# [OT] Wie Schwul ist eurer Nickname?

## Hotstuff

Hallo

Hier könnt ihr den Nickname überprüfen wie Schwul eurer Nickname ist!

 :Very Happy:  http://www.bongster.de/schwul-o-meter.php  :Very Happy: 

Meine Nickname ( Hotstuff ) ist 45.52 % Schwul

Gruss Dave

----------

## pablo_supertux

Was für ein Schwachsinn...  :Rolling Eyes: 

----------

## ChrisM87

ChrisM -> 96%  :Shocked: 

----------

## NightDragon

38.14%  NightDragon

*hehe*... na.. wie sich die täuschen können *g*.

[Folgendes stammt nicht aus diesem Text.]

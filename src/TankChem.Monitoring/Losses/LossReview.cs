using TankChem.Alarms;
using TankChem.Monitoring.Alarming;
using TankChem.Monitoring.Logbook;
using TankChem.Monitoring.Ports;
using TankChem.Monitoring.Readings;

namespace TankChem.Monitoring.Losses;

/// <summary>The time around a loss on one axis: what was read, what the water was, what was said, and what people and devices did. Facts only; it gives no verdict.</summary>
public sealed record LossReview
{
    /// <summary>How long before the loss was found.</summary>
    public static readonly TimeSpan Before = TimeSpan.FromHours(48);

    /// <summary>How long after.</summary>
    public static readonly TimeSpan After = TimeSpan.FromHours(12);

    /// <summary>The loss.</summary>
    public required LossRecord Loss { get; init; }

    /// <summary>Start of the axis.</summary>
    public required DateTimeOffset From { get; init; }

    /// <summary>End of the axis.</summary>
    public required DateTimeOffset To { get; init; }

    /// <summary>One track per quantity: computed ones first, then read ones.</summary>
    public required IReadOnlyList<ReviewTrack> Tracks { get; init; }

    /// <summary>When each device was off.</summary>
    public required IReadOnlyList<DeviceBand> Devices { get; init; }

    /// <summary>Alarm journal of the window, as known then.</summary>
    public required IReadOnlyList<AlarmJournalEntry> Alarms { get; init; }

    /// <summary>Logbook of the window, oldest first; doses are in it.</summary>
    public required IReadOnlyList<LogEntry> Log { get; init; }

    /// <summary>What happened in which order, one plain sentence each.</summary>
    public required IReadOnlyList<ReviewFact> Facts { get; init; }

    /// <summary>Lays a window out.</summary>
    /// <param name="loss">The loss.</param>
    /// <param name="readings">Readings of the place (and of its loop for device states), any order.</param>
    /// <param name="states">Kept water states of the place.</param>
    /// <param name="alarms">Alarm journal of the place and its loop.</param>
    /// <param name="log">Logbook of the place and its loop.</param>
    public static LossReview Of(LossRecord loss, IReadOnlyList<Reading> readings, IReadOnlyList<StateValue> states, IReadOnlyList<AlarmJournalEntry> alarms, IReadOnlyList<LogEntry> log)
    {
        ArgumentNullException.ThrowIfNull(loss);
        ArgumentNullException.ThrowIfNull(readings);
        ArgumentNullException.ThrowIfNull(states);
        ArgumentNullException.ThrowIfNull(alarms);
        ArgumentNullException.ThrowIfNull(log);
        DateTimeOffset from = loss.FoundAt - Before, to = loss.FoundAt + After;
        ReviewTrack[] computed = [.. states.Where(s => QuantityCatalog.Get(s.Quantity).Computed).GroupBy(s => s.Quantity, StringComparer.Ordinal)
            .Select(g => ReviewTrack.Of(g.Key, true, g.Select(s => (s.Time, s.Value))))];
        ReviewTrack[] read = [.. readings.Where(r => r.IsUsable && r.Series.Quantity != SeriesKey.DeviceState && r.Series.Place == loss.Place).GroupBy(r => r.Series.Quantity, StringComparer.Ordinal)
            .Select(g => ReviewTrack.Of(g.Key, false, g.Select(r => (r.Time, r.Value!.Value))))];
        DeviceBand[] devices = [.. readings.Where(r => r.Series.Quantity == SeriesKey.DeviceState).GroupBy(r => r.Series.Probe, StringComparer.Ordinal)
            .Select(g => DeviceBand.Of(g.Key, [.. g.OrderBy(r => r.Time)], to)).OrderBy(b => b.Device, StringComparer.Ordinal)];
        AlarmJournalEntry[] journal = [.. alarms.Where(a => a.At >= from && a.At < to).OrderBy(a => a.At)];
        LogEntry[] entries = [.. log.Where(e => e.At >= from && e.At < to).OrderBy(e => e.At)];
        return new LossReview
        {
            Loss = loss,
            From = from,
            To = to,
            Tracks = [.. computed, .. read],
            Devices = devices,
            Alarms = journal,
            Log = entries,
            Facts = [.. FactsOf(loss, journal, devices, entries, read)],
        };
    }

    private static IEnumerable<ReviewFact> FactsOf(LossRecord loss, IEnumerable<AlarmJournalEntry> alarms, IEnumerable<DeviceBand> devices, IEnumerable<LogEntry> log, IEnumerable<ReviewTrack> read)
    {
        IEnumerable<ReviewFact> facts = alarms.Where(a => a.Change is AlarmChange.Raised or AlarmChange.Acknowledged or AlarmChange.ReturnedToNormal or AlarmChange.Shelved).Select(FactOf)
            .Concat(devices.SelectMany(d => d.Off.SelectMany(o => FactsOf(d.Device, o.From, o.To))))
            .Concat(log.Where(e => e.Kind is LogKind.Dose or LogKind.WaterExchange or LogKind.Note or LogKind.Cleaning or LogKind.Calibration or LogKind.Titration).Select(e => new ReviewFact(e.At, $"{e.Who}: {e.Text}", ReviewFactKind.Person)))
            .Concat(read.SelectMany(t => t.Gaps.Select(g => new ReviewFact(g.From, $"No reading of {QuantityCatalog.Get(t.Quantity).Name} for {Words(g.To - g.From)}", ReviewFactKind.Gap))))
            .Append(new ReviewFact(loss.FoundAt, loss.Count is { } count ? $"Found: {count} {loss.Stock} lost" : $"Found: {loss.Stock} lost, not counted", ReviewFactKind.Loss));
        return facts.OrderBy(f => f.At);
    }

    private static ReviewFact FactOf(AlarmJournalEntry entry) => entry.Change switch
    {
        AlarmChange.Acknowledged => new ReviewFact(entry.At, $"{entry.Who} acknowledged \"{entry.Title}\"{(entry.Why is { Length: > 0 } why ? $": {why}" : "")}", ReviewFactKind.Person),
        AlarmChange.Shelved => new ReviewFact(entry.At, $"{entry.Who} shelved \"{entry.Title}\"{(entry.Why is { Length: > 0 } why ? $": {why}" : "")}", ReviewFactKind.Person),
        AlarmChange.ReturnedToNormal => new ReviewFact(entry.At, $"\"{entry.Title}\" returned to normal", ReviewFactKind.Alarm),
        _ => new ReviewFact(entry.At, $"Alarm: {entry.Sentence}", ReviewFactKind.Alarm),
    };

    private static IEnumerable<ReviewFact> FactsOf(string device, DateTimeOffset from, DateTimeOffset? to)
    {
        yield return new ReviewFact(from, $"{device} off", ReviewFactKind.Device);
        if (to is { } end)
            yield return new ReviewFact(end, $"{device} on again after {Words(end - from)}", ReviewFactKind.Device);
    }

    private static string Words(TimeSpan span) => span.TotalHours >= 2 ? $"{span.TotalHours:0.#} h" : $"{span.TotalMinutes:0} min";
}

aber vielleicht wirds bei mir anderst berechnet...

----------

## psyqil

 *pablo_supertux wrote:*   

> Was für ein Schwachsinn... 

 Bei 98.23 % wundert mich Deine Meinung wenig... trotzdem teile ich sie!

38.37 % für mich.

----------

## RealGeizt

 *psyqil wrote:*   

>  *pablo_supertux wrote:*   Was für ein Schwachsinn...  Bei 98.23 % wundert mich Deine Meinung wenig... trotzdem teile ich sie!
> 
> 38.37 % für mich.

 

Haha, der war gut  :Smile: 

Ich hab 48.34 %.

----------

## AngelM

Hmm nur 35.37. Damit hätte ich ja jetzt gar nicht gerechnet.

----------

## sai

Mein Nick:

36.29 %

ist im Vergleich zu den bisher genannten Werten doch in Ordnung  :Laughing:   :Laughing:   :Laughing: 

mfg

sai

PS: So ein Schwulheitsgrad könnte man ja unter den Nick und über das Avatar dauerhaft in das Forum einbauen *g*

----------

## boris64

 *psyqil wrote:*   

>  *pablo_supertux wrote:*   Was für ein Schwachsinn...  Bei 98.23 % wundert mich Deine Meinung wenig... trotzdem teile ich sie!
> 
> ...

 

hehe, ich wollte es erst nicht glauben, 

bis ich "pablo_supertux" auch mal getestet habe  :Razz: 

mein Schwulnessgrad beträgt 69.03 %?

wtf? *gg*

----------

## dertobi123

Was seid Ihr alle so schwul?

Ich komm grade mal auf 20.33 %  :Cool: 

----------

## dakjo

Tja 80,9% hmmmm ........

----------

## pablo_supertux

Na super, ich bleibe King of Schwul,

----------

## NightDragon

@dertobi123 Eh kein problem damit oder? *fg*

Hm *g* @pablo_supertux nur vom Nick her, keine Sorge!

----------

## hoschi

36,56%

Darf ich mich jetzt männlich fühlen?

----------

## Stormkings

17.33 %   :Cool: 

wer denkt sich eigentlich solche dinge aus?

----------

## Squiddle

85.32 %  :Embarassed:   der nimmt mit sicherheit google-images zur analyse  :Very Happy: 

----------

## rokaef

37.93 %

bin also gut im mittelfeld  :Confused: 

----------

## STiGMaTa_ch

88.81%

Oh... dann lass ich jetzt mal meine feminine Seite raushängen und blute ein wenig aus der Hand  :Laughing: 

----------

## Mr. Anderson

11.32%

was macht meinen Nick nun so un-schwul?

----------

## pablo_supertux

Dieser Mist macht nur Mist, hab gemerkt, dass wenn man _ in seinem Nick hat, ist man schwul, siehe an mich oder stichmata. Ohne mein _ bekomme ich weniger als 40%  :Rolling Eyes: 

----------

## primat

76.35 %

Schwule  Namen scheinen also was animalische zu haben!

----------

## gordon001

75,73% ... hm  ... damn ... mein nick is mein richtiger name.  :Confused: 

----------

## Master of Xitus

[gelöscht]Last edited by Master of Xitus on Mon May 17, 2010 2:23 pm; edited 1 time in total

----------

## Hotstuff

Hallo

Kannst ja Narbe heissen dan bist du 0 % Schwul.

Gruss Dave

----------

## Deever

 *Stormkings wrote:*   

> wer denkt sich eigentlich solche dinge aus?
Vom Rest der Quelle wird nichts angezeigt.